Self-interest – Ireland

“At only 12.5 percent, Ireland’s corporate tax is far and away the European flyweight in the field. The majority of EU countries, such as Germany and France, levy a corporate tax of 30 percent. In an internal market in which everyone should have the same competitive opportunities, how, pray, can there be such a gap?

Arrogance – France

“The brakes that the state puts on developing production facilities in emerging countries is, by the way, an important source of the difficulties the French carmaker finds itself in today. It’s what happens when a state appoints itself the would-be protector of the economy.

“Production costs rise, and the manufactured goods become too expensive. To counteract falling exports, the government raises protectionist barriers. A vicious circle. At best, by doing this the French government rewards unprofitable production. At worst, the Elysée abuses its power over companies as a political weapon.
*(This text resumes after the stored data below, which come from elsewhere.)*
//! The saturation line in batches: both saturated phases from T or from p,
//! as [`Saturation::at_temperature`] and [`Saturation::at_pressure`] give
//! them. Up to 623.15 K they are regions 1 and 2 at (psat, T), evaluated
//! over lanes with psat(T) or Tsat(p) itself; region 3's part of the line
//! and every refused input take the scalar call.

use crate::equations::free_energy::gibbs_properties;
use crate::equations::saturation_line::{saturation_pressure_of, saturation_temperature_of};
use crate::equations::{region1, region2};
use crate::error::Error;
use crate::numerics::constants::{CRITICAL_PRESSURE, MIN_TEMPERATURE, REGION13_TEMPERATURE};
use crate::numerics::lanes::Lanes;
use crate::pairs::saturation::{min_saturation_pressure, Saturation};
use crate::read::state::{Phase, Region, State};
use crate::units::input::native_input;
use crate::units::{Quantity, Units};

use super::pipeline::{Kernel, Place};
use super::pt_kernels::lane;

/// [`Saturation::at_temperature`].
pub(crate) struct AtTemperature;

/// [`Saturation::at_pressure`].
pub(crate) struct AtPressure;

impl Kernel for AtTemperature {
    type Input = f64;
    type Output = Saturation;

    #[inline(always)]
    fn place<const N: usize>(&self, given: &[f64; N], len: usize, units: Units) -> [Place; N] {
        let mut t = [MIN_TEMPERATURE; N];
        let mut on_lanes = [false; N];
        for k in 0..len {
            if let Ok(tk) = native_input(units, Quantity::Temperature, given[k]) {
                (t[k], on_lanes[k]) = (tk, (MIN_TEMPERATURE..=REGION13_TEMPERATURE).contains(&tk));
            }
        }
        // psat below 623.15 K lies under pc: `line_pressure`'s min is moot.
        let p = saturation_pressure_of(Lanes(t)).0;
        placed(on_lanes, p, t)
    }

    #[inline(always)]
    fn lanes<const N: usize>(
        &self,
        _: usize,
        p: Lanes<N>,
        t: Lanes<N>,
        units: Units,
        out: impl FnMut(usize, Saturation),
    ) {
        both_phases(p, t, units, out)
    }

    fn scalar(&self, t: f64, units: Units) -> Result<Saturation, Error> {
        Saturation::at_temperature(t, units)
    }
}

impl Kernel for AtPressure {
    type Input = f64;
    type Output = Saturation;

    #[inline(always)]
    fn place<const N: usize>(&self, given: &[f64; N], len: usize, units: Units) -> [Place; N] {
        let mut p = [CRITICAL_PRESSURE; N];
        let mut on_lanes = [false; N];
        // pc itself is Tc, region 3: the scalar call's.
        let range = min_saturation_pressure()..CRITICAL_PRESSURE;
        for k in 0..len {
            if let Ok(pk) = native_input(units, Quantity::Pressure, given[k]) {
                (p[k], on_lanes[k]) = (pk, range.contains(&pk));
            }
        }
        let t = saturation_temperature_of(Lanes(p)).0;
        for k in 0..len {
            on_lanes[k] &= t[k] <= REGION13_TEMPERATURE;
        }
        placed(on_lanes, p, t)
    }

    #[inline(always)]
    fn lanes<const N: usize>(
        &self,
        _: usize,
        p: Lanes<N>,
        t: Lanes<N>,
        units: Units,
        out: impl FnMut(usize, Saturation),
    ) {
        both_phases(p, t, units, out)
    }

    fn scalar(&self, p: f64, units: Units) -> Result<Saturation, Error> {
        Saturation::at_pressure(p, units)
    }
}

/// Queue 0 at (p, T) where `on_lanes`, else the scalar call.
#[inline(always)]
fn placed<const N: usize>(on_lanes: [bool; N], p: [f64; N], t: [f64; N]) -> [Place; N] {
    let mut places = [Place::Scalar; N];
    for k in 0..N {
        if on_lanes[k] {
            places[k] = Place::Lanes {
                queue: 0,
                p: p[k],
                t: t[k],
            };
        }
    }
    places
}

/// The saturated liquid (region 1) and vapour (region 2) at native
/// (p, T) on the line up to 623.15 K, as `Saturation::at` builds them.
#[inline(always)]
fn both_phases<const N: usize>(
    p: Lanes<N>,
    t: Lanes<N>,
    units: Units,
    mut out: impl FnMut(usize, Saturation),
) {
    let liquid = gibbs_properties(&region1::gibbs_of(p, t), p, t);
    let vapour = gibbs_properties(&region2::gibbs_of(p, t), p, t);
    for k in 0..N {
        let liquid = lane(&liquid, k);
        let vapour = lane(&vapour, k);
        out(
            k,
            Saturation {
                liquid: State::single_phase(liquid, Region::One, Phase::SaturatedLiquid, units),
                vapour: State::single_phase(vapour, Region::Two, Phase::SaturatedVapour, units),
            },
        );
    }
}
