//! The instruction set a batch runs on, chosen at run time on x86-64:
//! the same generic pipeline compiled three times, for AVX-512F (8 lanes),
//! AVX2 (4 lanes) and the baseline (2 lanes, SSE2 on x86-64; the only
//! variant without `std` and on other architectures). Lanes never change
//! a result: each lane runs the scalar operations in the scalar order,
//! and no variant fuses a multiply and an add (LLVM contracts nothing
//! without fast-math flags, which Rust never sets), so every variant gives
//! the scalar call's bits.
// The one place of the crate with `unsafe`: calling a function compiled
// for an instruction set is sound only on a machine that has it.
#![allow(unsafe_code)]

use crate::error::Error;
use crate::units::Units;

use super::pipeline::{self, Kernel};

/// An instruction set for the batch kernels. Public for the tests, which
/// run every variant the machine supports against the scalar calls; a
/// caller never needs it (the batch calls take [`Dispatch::detected`]).
#[doc(hidden)]
#[derive(Clone, Copy, Debug, PartialEq, Eq, Hash)]
pub enum Dispatch {
    /// Plain code for the target's baseline, everywhere.
    Baseline,
    /// x86-64 with AVX2 (and FMA, which stays unused: nothing is fused).
    Avx2,
    /// x86-64 with AVX-512F.
    Avx512,
}

impl Dispatch {
    /// Every variant, supported here or not.
    pub const ALL: [Dispatch; 3] = [Dispatch::Baseline, Dispatch::Avx2, Dispatch::Avx512];

    /// The widest variant this machine supports (std's feature detection,
    /// which caches what it found; without `std`, the baseline).
    pub fn detected() -> Dispatch {
        if Dispatch::Avx512.is_supported() {
            Dispatch::Avx512
        } else if Dispatch::Avx2.is_supported() {
            Dispatch::Avx2
        } else {
            Dispatch::Baseline
        }
    }

    /// Whether this machine can run the variant.
    pub fn is_supported(self) -> bool {
        match self {
            Dispatch::Baseline => true,
            #[cfg(all(feature = "std", target_arch = "x86_64"))]
            Dispatch::Avx2 => {
                std::arch::is_x86_feature_detected!("avx2")
                    && std::arch::is_x86_feature_detected!("fma")
            }
            #[cfg(all(feature = "std", target_arch = "x86_64"))]
            Dispatch::Avx512 => std::arch::is_x86_feature_detected!("avx512f"),
            #[cfg(not(all(feature = "std", target_arch = "x86_64")))]
            _ => false,
        }
    }

    /// Runs `kernel` over `inputs` on this variant, or on the baseline
    /// where the machine does not support it.
    #[inline]
    pub(crate) fn run<K: Kernel>(
        self,
        kernel: &K,
        inputs: impl IntoIterator<Item = K::Input>,
        units: Units,
        each: impl FnMut(usize, Result<K::Output, Error>),
    ) {
        #[cfg(all(feature = "std", target_arch = "x86_64"))]
        if self.is_supported() {
            match self {
                // SAFETY: the machine supports AVX-512F (just checked).
                Dispatch::Avx512 => return unsafe { x86::avx512(kernel, inputs, units, each) },
                // SAFETY: the machine supports AVX2 and FMA (just checked).
                Dispatch::Avx2 => return unsafe { x86::avx2(kernel, inputs, units, each) },
                Dispatch::Baseline => {}
            }
        }
        baseline(kernel, inputs, units, each)
    }
}

/// The pipeline for the target's baseline, on its own: inlined into
/// [`Dispatch::run`] its unoptimised (debug) frame stacked on the AVX
/// variant's, past the 2 MB of a test thread.
fn baseline<K: Kernel>(
    kernel: &K,
    inputs: impl IntoIterator<Item = K::Input>,
    units: Units,
    each: impl FnMut(usize, Result<K::Output, Error>),
) {
    pipeline::run::<2, K>(kernel, inputs, units, each)
}

/// The pipeline compiled for each x86-64 instruction set.
#[cfg(all(feature = "std", target_arch = "x86_64"))]
mod x86 {
    use super::*;

    #[target_feature(enable = "avx512f")]
    pub(super) fn avx512<K: Kernel>(
        kernel: &K,
        inputs: impl IntoIterator<Item = K::Input>,
        units: Units,
        each: impl FnMut(usize, Result<K::Output, Error>),
    ) {
        pipeline::run::<8, K>(kernel, inputs, units, each)
    }

    #[target_feature(enable = "avx2,fma")]
    pub(super) fn avx2<K: Kernel>(
        kernel: &K,
        inputs: impl IntoIterator<Item = K::Input>,
        units: Units,
        each: impl FnMut(usize, Result<K::Output, Error>),
    ) {
        pipeline::run::<4, K>(kernel, inputs, units, each)
    }
}
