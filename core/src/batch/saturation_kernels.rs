//! The saturation line in batches: both saturated phases from T or from p,
//! as [`Saturation::at_temperature`] and [`Saturation::at_pressure`] give
//! them. Up to 623.15 K they are regions 1 and 2 at (psat, T), evaluated
//! over lanes with psat(T) or Tsat(p) itself; region 3's part of the line
//! and every refused input take the scalar call.

use core::array;

use crate::equations::free_energy::gibbs_properties;
use crate::equations::saturation_line::{saturation_pressure_of, saturation_temperature_of};
use crate::equations::{region1, region2};
use crate::error::Error;
use crate::numerics::constants::{CRITICAL_PRESSURE, MIN_TEMPERATURE, REGION13_TEMPERATURE};
use crate::numerics::lanes::Lanes;
use crate::pairs::saturation::{min_saturation_pressure, Saturation};
use crate::read::state::{Phase, Region, State};
use crate::units::input::native_input;
use crate::units::{Quantity, Units};

use super::pipeline::{Kernel, Place};
use super::pt_kernels::lane;

/// [`Saturation::at_temperature`].
pub(crate) struct AtTemperature;

/// [`Saturation::at_pressure`].
pub(crate) struct AtPressure;

impl Kernel for AtTemperature {
    type Input = f64;
    type Output = Saturation;

    #[inline(always)]
    fn place<const N: usize>(&self, given: &[f64; N], len: usize, units: Units) -> [Place; N] {
        let t: [Option<f64>; N] = array::from_fn(|k| {
            let t = native_input(units, Quantity::Temperature, given[k]).ok();
            t.filter(|t| k < len && (MIN_TEMPERATURE..=REGION13_TEMPERATURE).contains(t))
        });
        // psat below 623.15 K lies under pc: `line_pressure`'s min is moot.
        let p = saturation_pressure_of(Lanes(t.map(|t| t.unwrap_or(MIN_TEMPERATURE)))).0;
        array::from_fn(|k| match t[k] {
            Some(t) => Place::Lanes {
                queue: 0,
                p: p[k],
                t,
            },
            None => Place::Scalar,
        })
    }

    #[inline(always)]
    fn lanes<const N: usize>(
        &self,
        _: usize,
        p: Lanes<N>,
        t: Lanes<N>,
        units: Units,
    ) -> [Saturation; N] {
        both_phases(p, t, units)
    }

    fn scalar(&self, t: f64, units: Units) -> Result<Saturation, Error> {
        Saturation::at_temperature(t, units)
    }
}

impl Kernel for AtPressure {
    type Input = f64;
    type Output = Saturation;

    #[inline(always)]
    fn place<const N: usize>(&self, given: &[f64; N], len: usize, units: Units) -> [Place; N] {
        let p: [Option<f64>; N] = array::from_fn(|k| {
            let p = native_input(units, Quantity::Pressure, given[k]).ok();
            // pc itself is Tc, region 3: the scalar call's.
            p.filter(|p| k < len && (min_saturation_pressure()..CRITICAL_PRESSURE).contains(p))
        });
        let t = saturation_temperature_of(Lanes(p.map(|p| p.unwrap_or(CRITICAL_PRESSURE)))).0;
        array::from_fn(|k| match p[k] {
            Some(p) if t[k] <= REGION13_TEMPERATURE => Place::Lanes {
                queue: 0,
                p,
                t: t[k],
            },
            _ => Place::Scalar,
        })
    }

    #[inline(always)]
    fn lanes<const N: usize>(
        &self,
        _: usize,
        p: Lanes<N>,
        t: Lanes<N>,
        units: Units,
    ) -> [Saturation; N] {
        both_phases(p, t, units)
    }

    fn scalar(&self, p: f64, units: Units) -> Result<Saturation, Error> {
        Saturation::at_pressure(p, units)
    }
}

/// The saturated liquid (region 1) and vapour (region 2) at native
/// (p, T) on the line up to 623.15 K, as `Saturation::at` builds them.
#[inline(always)]
fn both_phases<const N: usize>(p: Lanes<N>, t: Lanes<N>, units: Units) -> [Saturation; N] {
    let liquid = gibbs_properties(&region1::gibbs_of(p, t), p, t);
    let vapour = gibbs_properties(&region2::gibbs_of(p, t), p, t);
    array::from_fn(|k| Saturation {
        liquid: State::single_phase(lane(&liquid, k), Region::One, Phase::SaturatedLiquid, units),
        vapour: State::single_phase(lane(&vapour, k), Region::Two, Phase::SaturatedVapour, units),
    })
}
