//! The batch pipeline: elements placed a block at a time (what a place
//! needs over lanes, such as a saturation pressure, computed for the whole
//! block first), queued into lanes, each full set of lanes evaluated at
//! one place; every other element (region 3, out of range, not finite)
//! goes to the scalar call.

use crate::error::Error;
use crate::numerics::lanes::Lanes;
use crate::units::Units;

/// Where an element goes: into queue `queue` of the lanes at native
/// (p, T), or to the scalar call.
#[derive(Clone, Copy)]
pub(crate) enum Place {
    Lanes { queue: usize, p: f64, t: f64 },
    Scalar,
}

/// What a batch computes of each input: over lanes where [`Kernel::place`]
/// queues it, and the scalar call it must match bit for bit, which also
/// serves every element the lanes do not.
pub(crate) trait Kernel {
    /// One element's input, as the caller gives it.
    type Input: Copy + Default;
    /// One element's result.
    type Output;
    /// Where each of the first `len` of `given` goes, in `units`.
    fn place<const N: usize>(
        &self,
        given: &[Self::Input; N],
        len: usize,
        units: Units,
    ) -> [Place; N];
    /// The results of `N` native (p, T) of queue `queue`, in `units`,
    /// each handed to `out` with its lane (no array of results is built:
    /// the optimiser left the one of `State`s out of line, compiled for
    /// the baseline).
    fn lanes<const N: usize>(
        &self,
        queue: usize,
        p: Lanes<N>,
        t: Lanes<N>,
        units: Units,
        out: impl FnMut(usize, Self::Output),
    );
    /// The scalar call on the caller's own input, in `units`.
    fn scalar(&self, input: Self::Input, units: Units) -> Result<Self::Output, Error>;
}

/// How many queues a kernel may use (regions 1, 2 and 5).
pub(crate) const QUEUES: usize = 3;

/// Room for the elements of one region waiting for a full set of lanes:
/// up to N − 1 left over, and N more from one block of given elements.
const ROOM: usize = 32;

/// Elements of one queue waiting for a full set of lanes: their index
/// and native (p, T).
struct Waiting {
    queue: usize,
    index: [usize; ROOM],
    p: [f64; ROOM],
    t: [f64; ROOM],
    len: usize,
}

impl Waiting {
    fn new(queue: usize) -> Waiting {
        Waiting {
            queue,
            index: [0; ROOM],
            p: [0.0; ROOM],
            t: [0.0; ROOM],
            len: 0,
        }
    }

    #[inline(always)]
    fn push(&mut self, (i, p, t): (usize, f64, f64)) {
        self.index[self.len] = i;
        self.p[self.len] = p;
        self.t[self.len] = t;
        self.len += 1;
    }

    /// Evaluates the first `N` waiting elements (fewer at the end: unused
    /// lanes repeat the first element and are not reported).
    #[inline(always)]
    fn flush<const N: usize, K: Kernel>(
        &mut self,
        kernel: &K,
        units: Units,
        each: &mut impl FnMut(usize, Result<K::Output, Error>),
    ) {
        let taken = self.len.min(N);
        let mut p = Lanes([self.p[0]; N]);
        let mut t = Lanes([self.t[0]; N]);
        p.0[..taken].copy_from_slice(&self.p[..taken]);
        t.0[..taken].copy_from_slice(&self.t[..taken]);
        let index = &self.index;
        kernel.lanes(self.queue, p, t, units, |k, result| {
            if k < taken {
                each(index[k], Ok(result));
            }
        });
        self.index.copy_within(taken..self.len, 0);
        self.p.copy_within(taken..self.len, 0);
        self.t.copy_within(taken..self.len, 0);
        self.len -= taken;
    }
}

/// Up to `N` consecutive elements as given, to be placed together.
struct Given<const N: usize, I> {
    index: [usize; N],
    input: [I; N],
    len: usize,
}

/// Runs `kernel` on every element of `inputs` in `units`, giving each
/// element's index and result to `each` (grouped by queue, so not in
/// order). The pipeline is inlined into each dispatch variant, which
/// compiles it for its instruction set; the lanes are evaluated at one
/// place in it, so the kernel is compiled once per variant.
#[inline(always)]
pub(crate) fn run<const N: usize, K: Kernel>(
    kernel: &K,
    inputs: impl IntoIterator<Item = K::Input>,
    units: Units,
    mut each: impl FnMut(usize, Result<K::Output, Error>),
) {
    const { assert!(2 * N <= ROOM) };
    let mut waiting: [Waiting; QUEUES] = core::array::from_fn(Waiting::new);
    let mut given = Given::<N, K::Input> {
        index: [0; N],
        input: [K::Input::default(); N],
        len: 0,
    };
    let mut inputs = inputs.into_iter().enumerate();
    let mut exhausted = false;
    loop {
        // A full set of lanes first; at the end, whatever is left.
        let ready = waiting.iter().position(|w| w.len >= N).or_else(|| {
            exhausted
                .then(|| waiting.iter().position(|w| w.len > 0))
                .flatten()
        });
        if let Some(r) = ready {
            waiting[r].flush::<N, K>(kernel, units, &mut each);
            continue;
        }
        if exhausted {
            return;
        }
        for (i, input) in inputs.by_ref().take(N) {
            given.index[given.len] = i;
            given.input[given.len] = input;
            given.len += 1;
        }
        exhausted = given.len < N;
        let places = kernel.place(&given.input, given.len, units);
        for (k, place) in places.into_iter().take(given.len).enumerate() {
            let i = given.index[k];
            match place {
                Place::Lanes { queue, p, t } => waiting[queue].push((i, p, t)),
                Place::Scalar => each(i, kernel.scalar(given.input[k], units)),
            }
        }
        given.len = 0;
    }
}
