//! What the (p, T) batches compute over lanes: the full state, and
//! enthalpy alone; each beside the scalar call it matches bit for bit.

use crate::equations::free_energy::{gibbs_properties, Properties, ReducedGibbs};
use crate::equations::saturation_line::saturation_pressure_of;
use crate::equations::{region1, region2, region5};
use crate::error::Error;
use crate::locate::regions::{liquid_side_temperature, locate_with, single_phase, Located};
use crate::numerics::lanes::Lanes;
use crate::pairs::pt::enthalpy_from_pt;
use crate::read::state::{Region, State};
use crate::units::input::native_input;
use crate::units::{Quantity, Units};

use super::pipeline::{Kernel, Place};

/// The regions of the lanes' queues.
const REGIONS: [Region; 3] = [Region::One, Region::Two, Region::Five];

/// Where each (p, T) of `given` goes: located as `State::from_pt` locates
/// (the liquid side's saturation pressures over lanes first), regions 1, 2
/// and 5 into their queues, the rest (region 3, errors) to the scalar call.
#[inline(always)]
fn place_pt<const N: usize>(given: &[(f64, f64); N], len: usize, units: Units) -> [Place; N] {
    let mut p = [0.0; N];
    let mut t = [0.0; N];
    // An input that does not convert is the scalar call's (its error).
    let mut converted = [false; N];
    for k in 0..len {
        let native = (
            native_input(units, Quantity::Pressure, given[k].0),
            native_input(units, Quantity::Temperature, given[k].1),
        );
        if let (Ok(pk), Ok(tk)) = native {
            (p[k], t[k], converted[k]) = (pk, tk, true);
        }
    }
    // Unused lanes and failed conversions compute a harmless psat at 0 K.
    let psat = saturation_pressure_of(liquid_side_temperature(Lanes(t))).0;
    let mut places = [Place::Scalar; N];
    for k in 0..len {
        if !converted[k] {
            continue;
        }
        let queue = match locate_with(p[k], t[k], units, || psat[k]) {
            Ok(Located::Region1) => 0,
            Ok(Located::Region2) => 1,
            Ok(Located::Region5) => 2,
            _ => continue,
        };
        places[k] = Place::Lanes {
            queue,
            p: p[k],
            t: t[k],
        };
    }
    places
}

/// The stable state, as [`State::from_pt`].
pub(crate) struct FullState;

impl Kernel for FullState {
    type Input = (f64, f64);
    type Output = State;

    #[inline(always)]
    fn place<const N: usize>(
        &self,
        given: &[(f64, f64); N],
        len: usize,
        units: Units,
    ) -> [Place; N] {
        place_pt(given, len, units)
    }

    #[inline(always)]
    fn lanes<const N: usize>(
        &self,
        queue: usize,
        p: Lanes<N>,
        t: Lanes<N>,
        units: Units,
        mut out: impl FnMut(usize, State),
    ) {
        let region = REGIONS[queue];
        let gibbs: ReducedGibbs<Lanes<N>> = match region {
            Region::One => region1::gibbs_of(p, t),
            Region::Two => region2::gibbs_of(p, t),
            _ => region5::gibbs_of(p, t),
        };
        let props = gibbs_properties(&gibbs, p, t);
        for k in 0..N {
            let props = lane(&props, k);
            let phase = single_phase(props.p, props.t, region == Region::One);
            out(k, State::single_phase(props, region, phase, units));
        }
    }

    fn scalar(&self, (p, t): (f64, f64), units: Units) -> Result<State, Error> {
        State::from_pt(p, t, units)
    }
}

/// Specific enthalpy alone, as [`enthalpy_from_pt`].
pub(crate) struct Enthalpy;

impl Kernel for Enthalpy {
    type Input = (f64, f64);
    type Output = f64;

    #[inline(always)]
    fn place<const N: usize>(
        &self,
        given: &[(f64, f64); N],
        len: usize,
        units: Units,
    ) -> [Place; N] {
        place_pt(given, len, units)
    }

    #[inline(always)]
    fn lanes<const N: usize>(
        &self,
        queue: usize,
        p: Lanes<N>,
        t: Lanes<N>,
        units: Units,
        mut out: impl FnMut(usize, f64),
    ) {
        let h = match REGIONS[queue] {
            Region::One => region1::enthalpy_of(p, t),
            Region::Two => region2::enthalpy_of(p, t),
            _ => region5::enthalpy_of(p, t),
        };
        for (k, h) in h.0.into_iter().enumerate() {
            out(k, units.from_native(Quantity::Enthalpy, h));
        }
    }

    fn scalar(&self, (p, t): (f64, f64), units: Units) -> Result<f64, Error> {
        enthalpy_from_pt(p, t, units)
    }
}

/// Lane `k` of properties evaluated over lanes.
#[inline(always)]
pub(super) fn lane<const N: usize>(props: &Properties<Lanes<N>>, k: usize) -> Properties {
    Properties {
        p: props.p.0[k],
        t: props.t.0[k],
        v: props.v.0[k],
        u: props.u.0[k],
        h: props.h.0[k],
        s: props.s.0[k],
        g: props.g.0[k],
        cp: props.cp.0[k],
        cv: props.cv.0[k],
        w: props.w.0[k],
        alpha_v: props.alpha_v.0[k],
        kappa_t: props.kappa_t.0[k],
    }
}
“French politicians become convinced Europeans if they can’t go any further on their own.

Avarice – Britain

“Did the British not hear the shot that went round the world? As if the financial world hasn’t been in meltdown these past three years, they go on believing that they can make up for the loss of their national industries by speculating on other people’s money – whose losses are their profits.

“Pigheaded and incorrigible, they cling to this so-called logic according to which the markets are invulnerable and to which politics and society will ultimately have to submit.

“In this topsy-turvy world driven by an over-heated concept of ‘freedom’ handed down by John Stuart Mill and Adam Smith, a financial system in the City of London with no meaningful regulation was possible. All highly complex derivatives and asset-backed securities were traded there, which contributed decisively to the great crash of 2008. Billions of euros in savings and pension funds of ordinary bank customers were gambled away, but the London bankers themselves lost nothing.”